From: Andrea Righi <arighi@nvidia.com>
To: Shrikanth Hegde <sshegde@linux.ibm.com>
Cc: Dietmar Eggemann <dietmar.eggemann@arm.com>,
Steven Rostedt <rostedt@goodmis.org>,
Ben Segall <bsegall@google.com>, Mel Gorman <mgorman@suse.de>,
Valentin Schneider <vschneid@redhat.com>,
K Prateek Nayak <kprateek.nayak@amd.com>,
Christian Loehle <christian.loehle@arm.com>,
Phil Auld <pauld@redhat.com>, Koba Ko <kobak@nvidia.com>,
Felix Abecassis <fabecassis@nvidia.com>,
Balbir Singh <balbirs@nvidia.com>,
Joel Fernandes <joelagnelf@nvidia.com>,
linux-kernel@vger.kernel.org, Ingo Molnar <mingo@redhat.com>,
Peter Zijlstra <peterz@infradead.org>,
Juri Lelli <juri.lelli@redhat.com>,
Vincent Guittot <vincent.guittot@linaro.org>
Subject: Re: [PATCH 4/5] sched/fair: Reject misfit pulls onto busy SMT siblings on asym-capacity
Date: Sat, 16 May 2026 11:04:25 +0200 [thread overview]
Message-ID: <aggzGRmNzFfdPJdq@gpd4> (raw)

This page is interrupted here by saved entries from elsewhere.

// `polebook build` on every bundled example, through the compiled command (as a user runs it):
// the PDF's text (read in-process by pdfjs-dist, a PDF reader outside the project) holds the
// caution, the structure id and "page N of M" on every page; two builds give the same bytes.
import { describe, expect, it, beforeAll } from 'vitest';
import { spawnSync } from 'node:child_process';
import { existsSync, mkdtempSync, readdirSync, readFileSync } from 'node:fs';
import { join } from 'node:path';
import { tmpdir } from 'node:os';
import { parse } from 'yaml';
import { readPdfText, type PdfText } from '../support/pdf-text.ts';

const ROOT = join(import.meta.dirname, '../..');
const BIN = join(ROOT, 'dist/src/cli/main.js');
const EXAMPLES = readdirSync(join(ROOT, 'examples')).filter((f) => /\.ya?ml$/.test(f)).sort();

function build(example: string, out: string, env: Record<string, string> = {}) {
  return spawnSync(process.execPath, [BIN, 'build', join(ROOT, 'examples', example), '--out', out, '--json'], {
    encoding: 'utf8',
    env: { ...process.env, NO_COLOR: '1', ...env },
  });
}

beforeAll(() => {
  if (!existsSync(BIN)) throw new Error('dist/ is missing: run `npm run build` (npm test does it) before the tests');
});

describe.each(EXAMPLES)('polebook build examples/%s', (example) => {
  const stem = example.replace(/\.ya?ml$/, '');
  const structureId = String((parse(readFileSync(join(ROOT, 'examples', example), 'utf8')) as { project: { structureId: string } }).project.structureId);
  let out = '';
  let text: PdfText;

  beforeAll(async () => {
    out = mkdtempSync(join(tmpdir(), `polebook-${stem}-`));
    const run = build(example, out);
    expect(run.stderr).not.toMatch(/error/i);
    expect(run.status).toBeLessThanOrEqual(1); // 1 would be a failing design check, still a package
    text = await readPdfText(readFileSync(join(out, `${stem}.pdf`)));
  }, 120_000);

  it('writes the PDF and the JSON results', () => {
    expect(readdirSync(out).sort()).toEqual([`${stem}.pdf`, `${stem}.results.json`]);
    const json = JSON.parse(readFileSync(join(out, `${stem}.results.json`), 'utf8')) as { format: string; input: { structureId: string } };
    expect(json.format).toBe('polebook-results');
    expect(json.input.structureId).toBe(structureId);
  });

  it('carries the caution, and the structure id and "page N of M" on every page', () => {
    const { pages, pageCount: m } = text;
    expect(pages.length).toBe(m);
    expect(m).toBeGreaterThan(5);
    const all = pages.join('\n').replace(/\s+/g, ' ');
    expect(all).toMatch(/draft for review/i);
    expect(all).toMatch(/licensed professional engineer/i);
    expect(all).toMatch(/governing (design )?code/i);
    pages.forEach((page, k) => {
      expect(page, `page ${k + 1}`).toContain(structureId);
      expect(page, `page ${k + 1}`).toContain(`page ${k + 1} of ${m}`);
    });
  });

  it('keeps every word inside the page margins (nothing cut off at the right edge)', () => {
    // Text runs with their positions from pdfjs; the layout leaves 56 pt margins left and right.
    const outside: string[] = [];
    text.words.forEach((words, k) => {
      const width = text.sizes[k][0];
      for (const w of words) {
        if (w.x < 56 - 2 || w.x + w.width > width - 56 + 2) outside.push(`page ${k + 1}: '${w.str}' at x ${w.x.toFixed(1)}..${(w.x + w.width).toFixed(1)} of ${width}`);
      }
    });
    expect(outside).toEqual([]);
  });

  it('gives the same bytes on a second build, in another time zone and locale', () => {
    const again = mkdtempSync(join(tmpdir(), `polebook-${stem}-again-`));
    build(example, again, { TZ: 'Pacific/Chatham', LANG: 'de_DE.UTF-8', LC_ALL: 'de_DE.UTF-8' });
    expect(readFileSync(join(again, `${stem}.pdf`)).equals(readFileSync(join(out, `${stem}.pdf`)))).toBe(true);
    expect(readFileSync(join(again, `${stem}.results.json`), 'utf8')).toBe(readFileSync(join(out, `${stem}.results.json`), 'utf8'));
  });
});
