// Runs the CLI in-process and captures what it prints.
import { runCli } from '../../src/cli/run.ts';

export interface CliRun {
  readonly code: number;
  readonly stdout: string;
  readonly stderr: string;
}

export async function cli(argv: string[], opts: { cwd?: string; env?: Record<string, string | undefined>; isTTY?: boolean } = {}): Promise<CliRun> {
  let stdout = '';
  let stderr = '';
  const code = await runCli(argv, {
    stdout: (t) => (stdout += t),
    stderr: (t) => (stderr += t),
    env: opts.env ?? {},
    isTTY: opts.isTTY ?? false,
    cwd: opts.cwd ?? process.cwd(),
  });
  return { code, stdout, stderr };
}
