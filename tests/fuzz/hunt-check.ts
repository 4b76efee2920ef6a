// Bug hunt for `polebook check`: mutated inputs through the check command (it writes nothing).
// Run: npx tsx tests/fuzz/hunt-check.ts <seed> <runs per source>
import { mkdtempSync, rmSync, writeFileSync } from 'node:fs';
import { tmpdir } from 'node:os';
import { join } from 'node:path';
import fc from 'fast-check';
import { mutationsArb, oddButValidMutationsArb } from './mutate.ts';
import { FUZZ_SOURCES, mutatedText } from './sources.ts';
import { cli } from '../cli/run-cli.ts';
import { LOCATED } from './run-case.ts';

const seed = Number(process.argv[2] ?? 1);
const runs = Number(process.argv[3] ?? 50);
const dir = mkdtempSync(join(tmpdir(), 'polebook-check-'));
const counts: Record<string, number> = {};
for (const [si, source] of FUZZ_SOURCES.entries()) {
  for (const arb of [mutationsArb, oddButValidMutationsArb]) {
    for (const muts of fc.sample(arb, { seed: seed * 101 + si, numRuns: runs })) {
      const { text, done } = mutatedText(source, muts);
      const file = join(dir, source.name);
      writeFileSync(file, text);
      const r = await cli(['check', file], { cwd: dir, env: { SOURCE_DATE_EPOCH: '1767225600' } });
      counts[r.code] = (counts[r.code] ?? 0) + 1;
      const bad = r.code === 2 ? !LOCATED.test(r.stderr.split('\n')[0] ?? '') : r.code !== 0 || /\bNaN\b|Infinity|undefined/.test(r.stdout);
      if (bad && !/NaN|Infinity|undefined/.test(text)) console.log(`FAIL ${source.name} [${done.join(' | ')}] exit ${r.code}\n  ${(r.stderr || r.stdout).slice(0, 400)}`);
    }
  }
}
rmSync(dir, { recursive: true, force: true });
console.log(JSON.stringify(counts));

In-Reply-To: <b6c72c48-e24e-49fe-9814-8c4334d70e1d@linux.ibm.com>
Hi Shrikanth,
On Fri, May 15, 2026 at 03:39:55PM +0530, Shrikanth Hegde wrote:
> On 5/9/26 11:37 PM, Andrea Righi wrote:
> > When SD_ASYM_CPUCAPACITY load balancing considers pulling a misfit task,
> > capacity_of(dst_cpu) can overstate available compute if the SMT sibling is
> > busy: the core does not deliver its full nominal capacity.
> >
> > If SMT is active and dst_cpu is not on a fully idle core, skip this
> > destination so we do not migrate a misfit expecting a capacity upgrade we
> > cannot actually provide.
> >
> > Cc: Vincent Guittot <vincent.guittot@linaro.org>
> > Cc: Dietmar Eggemann <dietmar.eggemann@arm.com>
> > Cc: Christian Loehle <christian.loehle@arm.com>
> > Cc: Koba Ko <kobak@nvidia.com>
> > Cc: K Prateek Nayak <kprateek.nayak@amd.com>
> > Reported-by: Felix Abecassis <fabecassis@nvidia.com>
> > Signed-off-by: Andrea Righi <arighi@nvidia.com>
> > ---
> > kernel/sched/fair.c | 11 ++++++++++-
> > 1 file changed, 10 insertions(+), 1 deletion(-)
> >
> > diff --git a/kernel/sched/fair.c b/kernel/sched/fair.c
> > index 6f0835c15ee11..2ddba8bd27e59 100644
> > --- a/kernel/sched/fair.c
> > +++ b/kernel/sched/fair.c
> > @@ -9693,6 +9693,7 @@ struct lb_env {
> > int dst_cpu;
> > struct rq *dst_rq;
> > + bool dst_core_idle;
> > struct cpumask *dst_grpmask;
> > int new_dst_cpu;
> > @@ -10918,10 +10919,16 @@ static bool update_sd_pick_busiest(struct lb_env *env,
> > * We can use max_capacity here as reduction in capacity on some
> > * CPUs in the group should either be possible to resolve
> > * internally or be covered by avg_load imbalance (eventually).
> > + *
> > + * When SMT is active, only pull a misfit to dst_cpu if it is on a
> > + * fully idle core; otherwise the effective capacity of the core is
> > + * reduced and we may not actually provide more capacity than the
> > + * source.
> > */
> > if ((env->sd->flags & SD_ASYM_CPUCAPACITY) &&
> > (sgs->group_type == group_misfit_task) &&
> > - (!capacity_greater(capacity_of(env->dst_cpu), sg->sgc->max_capacity) ||
> > + (!env->dst_core_idle ||
> > + !capacity_greater(capacity_of(env->dst_cpu), sg->sgc->max_capacity) ||
> > sds->local_stat.group_type != group_has_spare))
> > return false;
> > @@ -11485,6 +11492,8 @@ static inline void update_sd_lb_stats(struct lb_env *env, struct sd_lb_stats *sd
> > unsigned long sum_util = 0;
> > bool sg_overloaded = 0, sg_overutilized = 0;
> > + env->dst_core_idle = !sched_smt_active() || is_core_idle(env->dst_cpu);
> > +
> > do {
> > struct sg_lb_stats *sgs = &tmp_sgs;
> > int local_group;
>
>
> This is kind of similar to what ASYM_PACKING would have done at MC domain with
> equal CPU capacities. i.e pull the load if the core is idle.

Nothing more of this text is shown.